While you are renewing, this is also a sensible moment to check whether your dependent's Emirates ID needs renewing in parallel, since the two are linked and biometrics are captured together. And if you simply want to confirm the current status of the visa before you start, you can verify it using our walkthrough on checking UAE visa status by passport number, which is a five-minute check that prevents you from starting a renewal on a file that already has a problem you did not know about.

The Family Visa Renewal Steps for an Over-18 Dependent

Here is the practical sequence for renewing an adult child's family visa in 2026. Steps and screen names differ slightly between the ICP portal and GDRFA, but the logic is the same, and the order is enforced: miss it and the portal will not let you advance.

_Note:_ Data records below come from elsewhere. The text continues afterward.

def _conservation(group: _Group, y: np.ndarray) -> dict[str, np.ndarray]:
    """The single run's conservation guard on every member of a batch at once: y
    (members, time, n_variable) [cm-3] -> ``member_checks`` (mole fractions as a run
    file holds them: number density / [M] at the output times)."""
    from ..diagnostics.conservation import member_checks
    air = np.asarray(group.state.air_density, dtype=float)
    with np.errstate(invalid="ignore", over="ignore"):
        x = y[..., group.check_variable_index] / air[None, :, None]
        xf = group.fixed_out[:, group.check_fixed_index] / air[:, None]
    return member_checks(group.check, x, xf[None])


def _integrate(group: _Group, y0: np.ndarray, log_multiplier: np.ndarray, progress,
               step_policy: str = "auto"):
    """The solver's batch call on the group's shared setup."""
    from ..solver.timeloop import integrate_batch
    setup = group.setup
    from ..runner import phase_state_map, state_observer
    # state-dependent surfaces and the ozone column following the box batch: each member's
    # own surface k and J ride on the shared tables as ln offsets (solver/statesurfaces.py,
    # photolysis/ozonefollow.py), so there is no observer
    observe = state_observer(setup)
    result = integrate_batch(setup.kinetics, setup.coefficients, y0, setup.output_times_s,
                             log_multiplier=log_multiplier, breakpoints_s=setup.breakpoints_s,
                             progress=progress, on_accept=observe, state_map=phase_state_map(setup),
                             step_policy=step_policy,
                             **group.options)
    group.fixed_out = np.asarray(result.fixed, dtype=float)
    return result
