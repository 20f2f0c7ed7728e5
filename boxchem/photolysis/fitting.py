"""Fit the parametric form J = l cos(chi)^m exp(-n sec(chi)) to a computed J(SZA) curve.

Least squares in log J (scipy.optimize.least_squares), so that small J near the
horizon weigh as much as large J at high sun:

    log J = log l + m log cos(chi) - n sec(chi).

Only points with J > 0 and chi below ``max_sza_deg`` (default 85 deg, where
sec(chi) is still a fair air mass) enter the fit.
"""
from __future__ import annotations

import numpy as np
from scipy.optimize import least_squares


def fit_lmn(sza_deg, j, *, max_sza_deg: float = 85.0):
    """Return (l [s-1], m [1], n [1], rms of log residuals) fitted to J(SZA) [s-1]."""
    chi = np.radians(np.asarray(sza_deg, dtype=float))
    jv = np.asarray(j, dtype=float)
    use = (jv > 0.0) & (np.degrees(chi) < max_sza_deg)
    if np.count_nonzero(use) < 3:
        raise ValueError(f"fit_lmn: need at least 3 points with J > 0 and SZA < {max_sza_deg} deg, "
                         f"got {np.count_nonzero(use)}")
    c, y = np.cos(chi[use]), np.log(jv[use])

    def residual(p):
        return p[0] + p[1] * np.log(c) - p[2] / c - y

    guess = np.array([y.max(), 1.0, 0.1])
    sol = least_squares(residual, guess, bounds=([-np.inf, -5.0, 0.0], [np.inf, 10.0, 20.0]))
    rms = float(np.sqrt(np.mean(sol.fun**2)))
    return float(np.exp(sol.x[0])), float(sol.x[1]), float(sol.x[2]), rms
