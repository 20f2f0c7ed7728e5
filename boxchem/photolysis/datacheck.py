"""The data files a mechanism names (``data=``, ``qy=``), checked when it is read.

A missing or unreadable file is an error at the key's column, also on a line
that gives ``l m n`` (those are used only with ``method = "parametric"``);
the data file's own message (file:line: found; expected) is part of it.  A
user spectrum that covers only part of the shipped one gives a warning that
says what was spliced (or left out, under ``outside=zero``) - or an error
under ``outside=error`` (:mod:`boxchem.photolysis.splice`).  Shipped data
sets are only looked up by name here (they are checked by the test suite).
"""
from __future__ import annotations

from dataclasses import replace

from ..errors import DataFileError, Problem

__all__ = ["photolysis_file_problems"]


def _at_key(reaction, key: str):
    """The reaction's location moved to the column of ``key=`` on its line."""
    loc = reaction.location
    if loc is None:
        return None
    col = loc.text.find(f"{key}=")
    return replace(loc, column=col + 1) if col >= 0 else loc


def _is_shipped_name(value: str, kind: str) -> bool:
    from pathlib import Path
    from .crosssections import DATA_DIR
    looks_like_path = Path(value).suffix != "" or "/" in value or "\\" in value
    return not looks_like_path and (DATA_DIR / kind / f"{value}.csv").is_file()


def photolysis_file_problems(mechanism) -> list[Problem]:
    """Errors and warnings (Problems at the data=/qy=/outside= column) for every photolysis line."""
    from .crosssections import quantum_yield_data
    from .splice import OUTSIDE_CHOICES, reaction_cross_section

    problems: list[Problem] = []
    for r in mechanism.reactions:
        if r.law != "photolysis":
            continue
        outside = r.parameters.get("outside")
        if outside is not None and outside not in OUTSIDE_CHOICES:
            problems.append(Problem(f"reaction {r.id!r}: outside={outside!r}; valid: "
                                    f"{', '.join(OUTSIDE_CHOICES)} (what J uses beyond the "
                                    f"wavelength range of a data= file)", _at_key(r, "outside")))
            continue
        data = r.parameters.get("data")
        if data is not None and not _is_shipped_name(str(data), "cross_sections"):
            try:
                _, note = reaction_cross_section(r)
            except DataFileError as exc:
                problems.append(Problem(f"reaction {r.id!r}: data={data}: {exc}", _at_key(r, "data")))
            else:
                if note:
                    problems.append(Problem(f"reaction {r.id!r}: {note}", _at_key(r, "data"),
                                            severity="warning"))
        qy = r.parameters.get("qy")
        if isinstance(qy, str) and not _is_shipped_name(qy, "quantum_yields"):
            try:
                quantum_yield_data(qy)
            except DataFileError as exc:
                problems.append(Problem(f"reaction {r.id!r}: qy={qy}: {exc}", _at_key(r, "qy")))
    return problems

  • Step 1 - Confirm eligibility first. Check that your dependent is still within the age and marital rules (son under 25 or studying, daughter unmarried) and that your salary and accommodation still meet the sponsor threshold.
  • Step 2 - Start the renewal application on ICP (smart services / website / app) or GDRFA depending on your emirate, before the current visa expires to avoid overstay fines.
  • Step 3 - Upload documents: passports, current visa, your Emirates ID and sponsorship proof, salary certificate or contract, attested tenancy contract (Ejari or equivalent), and a recent photo. Students should add proof of enrolment.
  • Step 4 - Pay the renewal fees and obtain the approval that authorises the medical and Emirates ID steps.
  • Step 5 - Complete the medical fitness test at an approved centre (blood test, and chest X-ray if requested) and wait for the result to clear electronically.
  • Step 6 - Emirates ID biometrics are captured (fingerprints and photo) at an authorised centre.
  • Step 7 - Visa stamping / e-visa issuance once the medical is cleared and the Emirates ID is processed. The renewed residence is then active.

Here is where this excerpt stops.